To get tough on Boko Haram, US officials need to get tough on Nigerian leaders for their flagrant effort to control the outcome of the election.
The rumors had been swirling around the Nigerian capital, Abuja, for days: the government was going to find some way to delay the presidential election in Africa’s most populous and economically powerful country. The vote was to be held on Feb. 14. There were court cases, complaints about voter card distribution and the ability of those displaced by the Boko Haram insurgency to cast their ballots.
In the end, the pretext selected—with an almost barefaced cynicism—was security. Late Saturday, the election was delayed by six weeks. The head of the National Electoral Commission issued a statement to announce his decision that, reading between the lines, carries a whiff of blackmail. “The national security advisor,” wrote Attahiru Jega, “and all the armed services and intelligence chiefs unanimously reiterated that the safety and security of [electoral] operations can not be guaranteed.”

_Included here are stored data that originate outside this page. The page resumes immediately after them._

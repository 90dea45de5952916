"""Turning points of a capacitor node: where charging gives way to discharging and back."""

from __future__ import annotations

import math
from collections.abc import Iterator

import numpy as np

from benchtool.frozen import frozen_record
from benchtool.model.arrays import FloatArray, middle
from benchtool.model.capture import BLOCK, Waveform
from benchtool.model.timing import EdgeRun, Edges, Levels
from benchtool.timing.crossings import Crossings, find_crossings
from benchtool.timing.edges import find_edges
from benchtool.timing.pieces import cut_pieces, piece_times, walk_pieces
from benchtool.timing.thresholds import thresholds
from benchtool.timing.turns import Turn, locate_turn

_SHAPE = 0.3
"""What polynomials in place of exponentials shift all turns alike, over the noise of one."""


@frozen_record(eq=False)
class _Stretch:
    """The samples from one crossing of the mid level to the next, or to an end of the run."""

    run: int
    volts: FloatArray
    times_s: FloatArray
    is_peak: bool
    is_whole: bool

    @property
    def extreme_s(self) -> float:
        """When the node is farthest from the mid level."""
        away = self.volts if self.is_peak else -self.volts
        return float(self.times_s[int(np.argmax(away))])


def find_turning_points(trace: Waveform, levels: Levels) -> Edges:
    """Find the turning points of a capacitor node.

    Args:
        trace: The waveform of the node.
        levels: Its levels, of kind node (or two-state, where the node rests in between).

    Returns:
        Turning points as edges: a trough begins a rise (charging, high), a peak a fall.
    """
    if levels.kind in ("flat", "noise"):
        return find_edges(trace, levels)
    runs = find_crossings(trace, thresholds(trace, levels)).runs
    noise_v = max(levels.noise_v, levels.step_v / math.sqrt(12))
    swing_v = levels.high_v - levels.low_v
    turns: list[list[Turn]] = [[] for _ in runs]
    ends = [[run.start_s, run.end_s] for run in runs]
    for stretch in _stretches(trace, runs):
        turn = locate_turn(
            stretch.times_s,
            stretch.volts if stretch.is_peak else -stretch.volts,
            swing_v,
            noise_v,
            whole=stretch.is_whole,
        )
        if turn is not None:
            turns[stretch.run].append(turn if stretch.is_peak else turn.as_trough())
        elif not stretch.is_whole and stretch.volts.size:
            # It may have turned unseen: what is cut there lasts to the extreme and no longer.
            ends[stretch.run][1 if turns[stretch.run] else 0] = stretch.extreme_s
    return _edges(trace, levels, runs, turns, ends)


def _edges(
    trace: Waveform,
    levels: Levels,
    runs: tuple[Crossings, ...],
    turns: list[list[Turn]],
    ends: list[list[float]],
) -> Edges:
    found = [turn for of_run in turns for turn in of_run]
    edge_runs: list[EdgeRun] = []
    first = 0
    for run, of_run, (start_s, end_s) in zip(runs, turns, ends, strict=True):
        starts_high = of_run[0].is_peak if of_run else run.starts_high
        edge_runs.append(
            EdgeRun(
                first=first,
                stop=first + len(of_run),
                start_s=start_s,
                end_s=end_s,
                starts_high=starts_high,
            )
        )
        first += len(of_run)
    step_s = _usual_step(trace, runs)
    rough = sum(not turn.is_fitted for turn in found)
    return Edges(
        times_s=np.array([turn.time_s for turn in found]),
        rising=np.array([not turn.is_peak for turn in found], dtype=np.bool_),
        u_s=np.array([turn.u_s for turn in found]),
        runs=tuple(edge_runs),
        step_s=step_s,
        resolved=True,
        level_u_s=_SHAPE * float(np.sqrt(np.mean([turn.u_s**2 for turn in found])))
        if found
        else 0.0,
        grid_s=step_s * math.sqrt(rough / len(found)) if found else 0.0,
        warnings=levels.warnings,
    )


def _usual_step(trace: Waveform, runs: tuple[Crossings, ...]) -> float:
    steps = np.concatenate([run.after_s - run.before_s for run in runs]) if runs else np.empty(0)
    if steps.size:
        return middle(steps)
    length_s = runs[-1].end_s - runs[0].start_s if runs else 0.0
    return length_s / max(1, trace.samples.size - 1)


def _stretches(trace: Waveform, runs: tuple[Crossings, ...]) -> Iterator[_Stretch]:
    """Cut the runs at their crossings; at most two half cycles are held at a time."""
    gain, offset = trace.scale.gain, trace.scale.offset
    number, position = -1, 0
    held_v: list[FloatArray] = []
    held_s: list[FloatArray] = []
    for piece in cut_pieces(walk_pieces(trace), BLOCK):
        if piece.begins_run:
            yield from _rest(runs, number, position, held_v, held_s)
            number, position, held_v, held_s = number + 1, 0, [], []
        run = runs[number]
        volts = piece.values.astype(np.float64) * gain + offset
        times_s = piece_times(trace, piece)
        done = 0
        while position < run.index.size and run.index[position] < piece.first + volts.size:
            stop = int(run.index[position]) - piece.first
            held_v.append(volts[done:stop])
            held_s.append(times_s[done:stop])
            yield _stretch(runs, number, position, held_v, held_s, whole=position > 0)
            held_v, held_s, done = [], [], stop
            position += 1
        held_v.append(volts[done:])
        held_s.append(times_s[done:])
    yield from _rest(runs, number, position, held_v, held_s)


def _rest(
    runs: tuple[Crossings, ...],
    number: int,
    position: int,
    held_v: list[FloatArray],
    held_s: list[FloatArray],
) -> Iterator[_Stretch]:
    if number >= 0 and held_v:
        yield _stretch(runs, number, position, held_v, held_s, whole=False)


def _stretch(
    runs: tuple[Crossings, ...],
    number: int,
    position: int,
    held_v: list[FloatArray],
    held_s: list[FloatArray],
    *,
    whole: bool,
) -> _Stretch:
    """Make a stretch that ends at crossing ``position``: a peak where that crossing falls."""
    rising = runs[number].rising
    is_peak = not rising[position] if position < rising.size else bool(rising.size and rising[-1])
    return _Stretch(
        run=number,
        volts=np.concatenate(held_v),
        times_s=np.concatenate(held_s),
        is_peak=bool(is_peak),
        is_whole=whole,
    )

That’s the type of language organized criminals use to gift-wrap a threat. U.S. officials, already losing patience with the leadership of President Goodluck Jonathan and his key ministers, should add this flagrant effort to control the outcome of the election to the list of reasons why it’s time to get tough.
Of course, the security situation in northern Nigeria is terrible. A glance at recent headlines is enough to confirm that. But for months, those same headlines have made it clear that the Nigerian government has been less than diligent in combatting Boko Haram. Soldiers driven to mutiny by the lack of weapons and munitions despite soaring defense budgets have been court-martialed and sentenced to death. Late last year, Abuja abruptly cancelled a U.S. training program aimed at building a new counterinsurgency battalion. So widespread and well-documented are the human rights abuses of existing units that by law, the U.S. is prohibited from partnering with them.
There is no reason for Nigerians to believe that their government, which has thus far failed to address the Boko Haram insurgency or the political and economic grievances that have given rise to it, will do a better job over the next six weeks. The sudden preoccupation with the safety and wellbeing of citizens in the marginalized northeast does not ring true. Even if the African Union’s recently-approved 7,500 troops rushed in, U.S. Africa Command’s Gen. David Rodriguez said in Washington just two weeks ago that it would take a full-scale multinational counterinsurgency (like the one he ran in Afghanistan)—with a constructive government—to turn the tide against Boko Haram.
Having lived for a decade through several rigged elections in the southern Afghan city of Kandahar, I know well how security concerns can be manipulated for electoral purposes. In Afghanistan, the approach was the reverse of Nigeria’s. Since the dangerous south was presumed to favor President Hamid Karzai, a native son, he put his entire security apparatus to work ensuring that as many polling places were open as possible. Not so people could vote—they couldn’t, the Taliban intimidated them away from the polls. Karzai’s objective was to secure a generous number of empty ballot boxes that could later be stuffed.
But the martyred Nigerian north is presumed to favor the opposition, now running the closest national race in the country’s 16 years as a democracy. The ruling clique, now in a real horserace, has never tried hard to ensure north-easterners could vote. As many as 40,000 displaced people are reportedly assigned to a single polling place in some states. If adverse security conditions depressed turnout, say many Nigerians I have interviewed, the ruling party would not mind. Now, with the outcome in doubt even with the reduced turnout, the violence is a pretext for putting the whole process in jeopardy.
For the ruling party, say many, the Boko Haram insurgency is proving a godsend.
Nigeria is not the only country where corrupt elites that have bent the levers of power to the service of personal enrichment have retained their grip on power by means of electoral exercises that were anything but democratic. Karzai did it in Afghanistan. In Egypt, former President Hosni Mubarak and now Abdel Fattah el-Sisi bask in elections whose results are a foregone conclusion, as do the rulers of Algeria, Bahrain and most Central Asian countries.
Patently rigged elections frequently lead to explosions of violence. Algeria’s bloody civil war was ignited when the military cancelled a 1991 election the opposition was set to win. Kenya suffered a bloodletting in 2008, after an apparently rigged vote in December 2007. And widespread presumption of electoral fraud is seen as contributing to the strength of extremist movements in Iraq and Afghanistan.
The U.S. does not have much influence over the situation in Nigeria. But what influence it has should be used to reduce the impunity with which that country’s political elite has been abusing its people. Responding to the announced delay on Saturday, Secretary of State John F. Kerry used strong language: “Political interference with the Independent National Election Commission is unacceptable,” he said in a statement, “and it is critical that the government not use security concerns as a pretext to impede the democratic process.”